Saved data entries:
━━━
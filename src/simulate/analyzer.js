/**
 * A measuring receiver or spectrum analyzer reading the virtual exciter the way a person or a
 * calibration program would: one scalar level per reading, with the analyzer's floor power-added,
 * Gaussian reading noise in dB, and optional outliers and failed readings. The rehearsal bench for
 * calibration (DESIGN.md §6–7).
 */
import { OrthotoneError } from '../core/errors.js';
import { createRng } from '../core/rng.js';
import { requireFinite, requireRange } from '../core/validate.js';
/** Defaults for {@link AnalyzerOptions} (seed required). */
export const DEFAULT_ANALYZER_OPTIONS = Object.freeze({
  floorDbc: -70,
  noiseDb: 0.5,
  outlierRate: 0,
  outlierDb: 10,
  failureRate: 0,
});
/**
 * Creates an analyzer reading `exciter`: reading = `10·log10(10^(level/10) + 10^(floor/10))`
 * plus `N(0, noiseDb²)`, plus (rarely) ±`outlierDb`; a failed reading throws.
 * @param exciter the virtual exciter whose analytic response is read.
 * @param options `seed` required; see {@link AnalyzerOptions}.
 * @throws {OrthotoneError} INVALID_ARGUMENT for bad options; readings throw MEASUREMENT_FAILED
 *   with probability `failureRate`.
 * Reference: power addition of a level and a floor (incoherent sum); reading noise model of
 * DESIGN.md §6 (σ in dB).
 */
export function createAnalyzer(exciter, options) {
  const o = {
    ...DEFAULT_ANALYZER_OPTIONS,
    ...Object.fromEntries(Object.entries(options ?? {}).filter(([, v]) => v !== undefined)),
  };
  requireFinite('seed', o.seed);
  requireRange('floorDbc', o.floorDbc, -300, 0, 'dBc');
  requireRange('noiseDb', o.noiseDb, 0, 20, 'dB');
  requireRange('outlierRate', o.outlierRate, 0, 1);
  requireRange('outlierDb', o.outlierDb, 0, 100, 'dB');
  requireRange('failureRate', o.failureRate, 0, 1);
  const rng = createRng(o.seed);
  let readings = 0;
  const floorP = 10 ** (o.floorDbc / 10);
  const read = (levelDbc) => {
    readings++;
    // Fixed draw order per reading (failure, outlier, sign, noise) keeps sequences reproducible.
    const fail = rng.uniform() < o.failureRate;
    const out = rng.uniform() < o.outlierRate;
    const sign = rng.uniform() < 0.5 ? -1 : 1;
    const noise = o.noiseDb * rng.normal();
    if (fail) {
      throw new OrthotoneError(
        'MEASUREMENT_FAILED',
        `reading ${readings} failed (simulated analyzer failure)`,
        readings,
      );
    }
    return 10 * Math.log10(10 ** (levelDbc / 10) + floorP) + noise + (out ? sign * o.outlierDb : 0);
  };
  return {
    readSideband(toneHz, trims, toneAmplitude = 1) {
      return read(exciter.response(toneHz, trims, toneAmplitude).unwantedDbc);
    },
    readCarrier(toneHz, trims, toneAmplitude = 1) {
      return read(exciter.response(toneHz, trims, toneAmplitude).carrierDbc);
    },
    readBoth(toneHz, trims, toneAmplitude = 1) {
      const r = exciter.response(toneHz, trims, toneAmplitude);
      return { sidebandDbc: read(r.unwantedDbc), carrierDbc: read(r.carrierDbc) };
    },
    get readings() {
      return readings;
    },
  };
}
━━━
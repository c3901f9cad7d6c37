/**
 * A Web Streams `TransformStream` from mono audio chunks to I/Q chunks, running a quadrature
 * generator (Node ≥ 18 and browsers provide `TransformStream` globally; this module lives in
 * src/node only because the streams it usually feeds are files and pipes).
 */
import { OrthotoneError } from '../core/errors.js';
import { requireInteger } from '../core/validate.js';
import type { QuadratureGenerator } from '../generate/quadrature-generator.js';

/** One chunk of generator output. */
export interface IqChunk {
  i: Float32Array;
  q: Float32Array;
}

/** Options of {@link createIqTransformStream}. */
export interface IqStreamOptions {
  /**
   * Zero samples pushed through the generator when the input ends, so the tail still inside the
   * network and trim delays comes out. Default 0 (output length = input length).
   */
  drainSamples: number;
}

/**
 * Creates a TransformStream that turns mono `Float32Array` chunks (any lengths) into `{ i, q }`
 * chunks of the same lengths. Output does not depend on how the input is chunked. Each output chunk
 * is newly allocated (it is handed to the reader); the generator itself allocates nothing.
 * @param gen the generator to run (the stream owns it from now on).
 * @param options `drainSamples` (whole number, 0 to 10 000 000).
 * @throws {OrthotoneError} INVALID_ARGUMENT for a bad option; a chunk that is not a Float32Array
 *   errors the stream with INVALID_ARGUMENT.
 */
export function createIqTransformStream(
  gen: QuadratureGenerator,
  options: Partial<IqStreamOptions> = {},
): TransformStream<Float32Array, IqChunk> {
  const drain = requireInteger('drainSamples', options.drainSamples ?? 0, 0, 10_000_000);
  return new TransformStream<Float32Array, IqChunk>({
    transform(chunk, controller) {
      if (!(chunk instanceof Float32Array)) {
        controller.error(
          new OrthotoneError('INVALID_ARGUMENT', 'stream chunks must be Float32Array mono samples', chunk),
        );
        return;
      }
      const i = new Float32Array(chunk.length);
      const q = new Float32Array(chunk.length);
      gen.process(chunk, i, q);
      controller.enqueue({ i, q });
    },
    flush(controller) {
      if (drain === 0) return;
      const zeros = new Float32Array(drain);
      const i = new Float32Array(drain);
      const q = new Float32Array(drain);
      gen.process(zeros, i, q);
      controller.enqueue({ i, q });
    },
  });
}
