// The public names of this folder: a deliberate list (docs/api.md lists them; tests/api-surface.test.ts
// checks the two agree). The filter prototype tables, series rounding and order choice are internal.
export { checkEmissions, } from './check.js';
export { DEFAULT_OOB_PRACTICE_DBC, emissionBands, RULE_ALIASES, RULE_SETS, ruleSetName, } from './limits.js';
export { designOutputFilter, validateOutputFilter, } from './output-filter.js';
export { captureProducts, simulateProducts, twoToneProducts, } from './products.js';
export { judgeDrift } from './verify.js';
━━━
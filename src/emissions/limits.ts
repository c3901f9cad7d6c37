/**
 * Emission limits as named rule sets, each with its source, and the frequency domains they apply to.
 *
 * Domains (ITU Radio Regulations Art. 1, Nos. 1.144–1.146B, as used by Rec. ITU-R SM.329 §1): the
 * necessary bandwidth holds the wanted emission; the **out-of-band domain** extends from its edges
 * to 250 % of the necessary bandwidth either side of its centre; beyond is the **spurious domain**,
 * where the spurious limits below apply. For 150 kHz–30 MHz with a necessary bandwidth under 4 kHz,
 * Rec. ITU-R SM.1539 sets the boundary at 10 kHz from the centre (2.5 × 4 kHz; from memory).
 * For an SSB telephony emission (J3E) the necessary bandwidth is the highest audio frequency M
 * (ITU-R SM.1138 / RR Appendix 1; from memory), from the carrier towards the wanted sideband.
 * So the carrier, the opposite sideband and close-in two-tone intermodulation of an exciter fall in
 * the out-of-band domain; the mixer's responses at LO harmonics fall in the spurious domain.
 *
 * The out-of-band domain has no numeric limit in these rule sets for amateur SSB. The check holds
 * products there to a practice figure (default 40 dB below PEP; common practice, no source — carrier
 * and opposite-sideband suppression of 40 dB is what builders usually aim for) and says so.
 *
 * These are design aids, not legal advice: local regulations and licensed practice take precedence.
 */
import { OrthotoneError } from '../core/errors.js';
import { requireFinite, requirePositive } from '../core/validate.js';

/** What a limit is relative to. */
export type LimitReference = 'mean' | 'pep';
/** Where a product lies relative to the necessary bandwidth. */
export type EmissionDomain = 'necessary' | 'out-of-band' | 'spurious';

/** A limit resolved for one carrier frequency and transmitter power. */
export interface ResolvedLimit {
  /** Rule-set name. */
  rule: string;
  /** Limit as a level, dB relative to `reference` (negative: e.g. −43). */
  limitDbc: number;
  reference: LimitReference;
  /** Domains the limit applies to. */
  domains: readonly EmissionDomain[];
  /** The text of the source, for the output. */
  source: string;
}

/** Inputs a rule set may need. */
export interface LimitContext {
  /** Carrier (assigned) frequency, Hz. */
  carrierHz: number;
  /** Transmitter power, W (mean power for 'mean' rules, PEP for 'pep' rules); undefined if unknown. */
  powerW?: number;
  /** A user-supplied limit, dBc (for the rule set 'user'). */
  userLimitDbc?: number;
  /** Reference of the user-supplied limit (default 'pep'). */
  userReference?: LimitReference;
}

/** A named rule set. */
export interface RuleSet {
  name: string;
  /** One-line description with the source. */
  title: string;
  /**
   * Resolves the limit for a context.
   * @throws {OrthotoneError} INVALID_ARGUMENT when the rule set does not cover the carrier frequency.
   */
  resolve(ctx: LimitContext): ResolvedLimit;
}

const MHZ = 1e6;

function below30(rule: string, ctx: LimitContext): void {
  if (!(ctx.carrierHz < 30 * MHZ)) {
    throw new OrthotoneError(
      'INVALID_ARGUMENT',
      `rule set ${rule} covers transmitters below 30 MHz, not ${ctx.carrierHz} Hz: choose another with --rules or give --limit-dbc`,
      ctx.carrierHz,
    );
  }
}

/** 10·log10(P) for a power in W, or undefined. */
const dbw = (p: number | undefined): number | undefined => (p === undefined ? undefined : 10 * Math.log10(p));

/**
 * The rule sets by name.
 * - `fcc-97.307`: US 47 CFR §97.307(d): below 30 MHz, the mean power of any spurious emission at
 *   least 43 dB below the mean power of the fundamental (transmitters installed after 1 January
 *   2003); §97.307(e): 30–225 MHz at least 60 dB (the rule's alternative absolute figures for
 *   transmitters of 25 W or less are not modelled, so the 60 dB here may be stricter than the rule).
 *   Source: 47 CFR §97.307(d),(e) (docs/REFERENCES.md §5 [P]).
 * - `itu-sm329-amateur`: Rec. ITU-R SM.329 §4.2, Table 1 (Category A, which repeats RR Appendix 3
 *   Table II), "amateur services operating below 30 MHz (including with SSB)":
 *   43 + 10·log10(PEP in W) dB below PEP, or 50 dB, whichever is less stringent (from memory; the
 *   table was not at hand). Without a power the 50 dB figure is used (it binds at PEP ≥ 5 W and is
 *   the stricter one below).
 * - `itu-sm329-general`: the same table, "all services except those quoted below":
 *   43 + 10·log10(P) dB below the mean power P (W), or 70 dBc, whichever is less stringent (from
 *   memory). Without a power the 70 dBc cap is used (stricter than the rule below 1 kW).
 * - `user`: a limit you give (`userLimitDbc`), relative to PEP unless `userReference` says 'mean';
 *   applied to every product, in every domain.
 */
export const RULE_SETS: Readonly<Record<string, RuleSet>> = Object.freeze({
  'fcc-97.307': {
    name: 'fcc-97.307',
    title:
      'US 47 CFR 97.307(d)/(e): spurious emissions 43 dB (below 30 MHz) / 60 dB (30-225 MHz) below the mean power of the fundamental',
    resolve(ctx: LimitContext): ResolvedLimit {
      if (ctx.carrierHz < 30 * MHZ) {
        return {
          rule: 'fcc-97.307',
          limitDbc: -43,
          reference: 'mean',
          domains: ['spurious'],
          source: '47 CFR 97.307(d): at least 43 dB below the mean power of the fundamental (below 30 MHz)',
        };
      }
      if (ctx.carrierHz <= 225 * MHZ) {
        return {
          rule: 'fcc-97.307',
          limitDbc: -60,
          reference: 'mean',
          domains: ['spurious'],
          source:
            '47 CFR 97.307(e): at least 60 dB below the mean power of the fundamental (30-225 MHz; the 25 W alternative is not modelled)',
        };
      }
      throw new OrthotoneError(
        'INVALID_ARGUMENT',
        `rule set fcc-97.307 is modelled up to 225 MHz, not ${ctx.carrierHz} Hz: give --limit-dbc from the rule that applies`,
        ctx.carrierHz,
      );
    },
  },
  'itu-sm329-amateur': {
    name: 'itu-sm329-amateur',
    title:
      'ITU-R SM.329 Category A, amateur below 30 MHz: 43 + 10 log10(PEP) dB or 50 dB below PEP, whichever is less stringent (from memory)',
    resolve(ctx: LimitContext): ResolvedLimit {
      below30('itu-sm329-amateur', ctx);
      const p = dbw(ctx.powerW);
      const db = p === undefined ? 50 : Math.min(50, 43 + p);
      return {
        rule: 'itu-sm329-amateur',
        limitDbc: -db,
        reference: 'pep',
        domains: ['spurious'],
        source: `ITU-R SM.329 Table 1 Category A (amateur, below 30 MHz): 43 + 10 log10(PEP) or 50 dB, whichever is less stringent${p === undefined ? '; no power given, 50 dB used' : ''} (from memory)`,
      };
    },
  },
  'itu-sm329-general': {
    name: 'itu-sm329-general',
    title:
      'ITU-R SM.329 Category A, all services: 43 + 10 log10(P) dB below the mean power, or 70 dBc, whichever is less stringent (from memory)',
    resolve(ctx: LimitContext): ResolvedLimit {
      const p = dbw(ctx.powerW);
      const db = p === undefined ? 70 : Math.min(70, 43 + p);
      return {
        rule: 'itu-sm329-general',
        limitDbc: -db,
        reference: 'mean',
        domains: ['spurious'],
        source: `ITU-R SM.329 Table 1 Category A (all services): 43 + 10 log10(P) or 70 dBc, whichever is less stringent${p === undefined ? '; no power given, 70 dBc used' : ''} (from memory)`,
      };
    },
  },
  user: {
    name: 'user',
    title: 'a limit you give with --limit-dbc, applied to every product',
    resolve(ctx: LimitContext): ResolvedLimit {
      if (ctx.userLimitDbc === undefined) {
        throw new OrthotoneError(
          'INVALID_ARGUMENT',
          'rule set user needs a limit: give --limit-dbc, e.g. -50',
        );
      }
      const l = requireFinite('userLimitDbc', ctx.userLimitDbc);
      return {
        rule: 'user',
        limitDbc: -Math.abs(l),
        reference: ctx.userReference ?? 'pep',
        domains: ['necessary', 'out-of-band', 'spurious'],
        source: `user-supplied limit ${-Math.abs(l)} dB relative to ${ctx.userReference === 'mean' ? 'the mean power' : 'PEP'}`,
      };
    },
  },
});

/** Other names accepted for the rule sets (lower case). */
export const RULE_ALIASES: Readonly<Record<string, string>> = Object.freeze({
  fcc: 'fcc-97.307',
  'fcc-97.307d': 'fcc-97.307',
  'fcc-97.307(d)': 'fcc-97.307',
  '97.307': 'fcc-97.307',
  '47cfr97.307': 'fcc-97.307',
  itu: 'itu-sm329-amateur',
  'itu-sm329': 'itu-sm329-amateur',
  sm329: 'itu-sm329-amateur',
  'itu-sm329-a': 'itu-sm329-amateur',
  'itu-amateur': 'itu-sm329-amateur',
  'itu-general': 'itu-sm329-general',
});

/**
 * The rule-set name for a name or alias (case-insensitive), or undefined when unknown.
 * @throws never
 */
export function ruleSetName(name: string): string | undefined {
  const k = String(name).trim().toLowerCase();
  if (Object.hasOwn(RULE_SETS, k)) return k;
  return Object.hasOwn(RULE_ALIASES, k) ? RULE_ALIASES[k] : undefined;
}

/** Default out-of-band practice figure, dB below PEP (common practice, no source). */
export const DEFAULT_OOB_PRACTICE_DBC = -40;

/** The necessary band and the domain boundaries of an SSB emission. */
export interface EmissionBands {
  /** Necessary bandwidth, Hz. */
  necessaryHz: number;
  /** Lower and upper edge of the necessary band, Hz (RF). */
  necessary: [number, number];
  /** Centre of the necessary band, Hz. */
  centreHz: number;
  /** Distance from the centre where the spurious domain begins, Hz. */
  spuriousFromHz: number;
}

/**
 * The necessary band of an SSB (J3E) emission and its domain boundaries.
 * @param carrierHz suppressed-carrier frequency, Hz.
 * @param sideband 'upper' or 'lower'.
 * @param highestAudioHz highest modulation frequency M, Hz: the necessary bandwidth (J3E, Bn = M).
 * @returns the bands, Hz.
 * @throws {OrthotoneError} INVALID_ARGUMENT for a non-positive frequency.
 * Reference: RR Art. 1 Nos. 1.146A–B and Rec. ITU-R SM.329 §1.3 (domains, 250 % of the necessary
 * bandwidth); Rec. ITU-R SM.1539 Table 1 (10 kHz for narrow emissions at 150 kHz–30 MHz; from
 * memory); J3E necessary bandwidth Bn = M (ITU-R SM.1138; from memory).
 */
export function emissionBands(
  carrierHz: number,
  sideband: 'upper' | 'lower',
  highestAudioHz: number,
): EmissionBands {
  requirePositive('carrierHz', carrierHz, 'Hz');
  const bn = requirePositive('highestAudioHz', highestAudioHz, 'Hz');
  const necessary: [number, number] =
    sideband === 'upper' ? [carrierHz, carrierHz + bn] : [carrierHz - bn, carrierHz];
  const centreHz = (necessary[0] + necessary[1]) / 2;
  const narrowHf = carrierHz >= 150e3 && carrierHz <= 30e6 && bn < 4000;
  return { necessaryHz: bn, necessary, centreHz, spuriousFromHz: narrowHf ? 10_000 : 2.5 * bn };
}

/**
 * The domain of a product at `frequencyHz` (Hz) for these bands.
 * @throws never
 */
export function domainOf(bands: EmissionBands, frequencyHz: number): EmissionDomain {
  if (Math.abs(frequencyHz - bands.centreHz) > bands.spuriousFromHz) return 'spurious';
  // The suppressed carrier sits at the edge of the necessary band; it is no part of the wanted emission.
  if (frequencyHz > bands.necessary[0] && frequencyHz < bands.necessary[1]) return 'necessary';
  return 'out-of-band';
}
━━━
# Exercise aim:
From the records above, repeat exactly the lines from the one with "begins, Hz. */" through the one with "sideband 'upper' or 'lower'.", both included.

# Reply:
  /** Distance from the centre where the spurious domain begins, Hz. */
  spuriousFromHz: number;
}

/**
 * The necessary band of an SSB (J3E) emission and its domain boundaries.
 * @param carrierHz suppressed-carrier frequency, Hz.
 * @param sideband 'upper' or 'lower'.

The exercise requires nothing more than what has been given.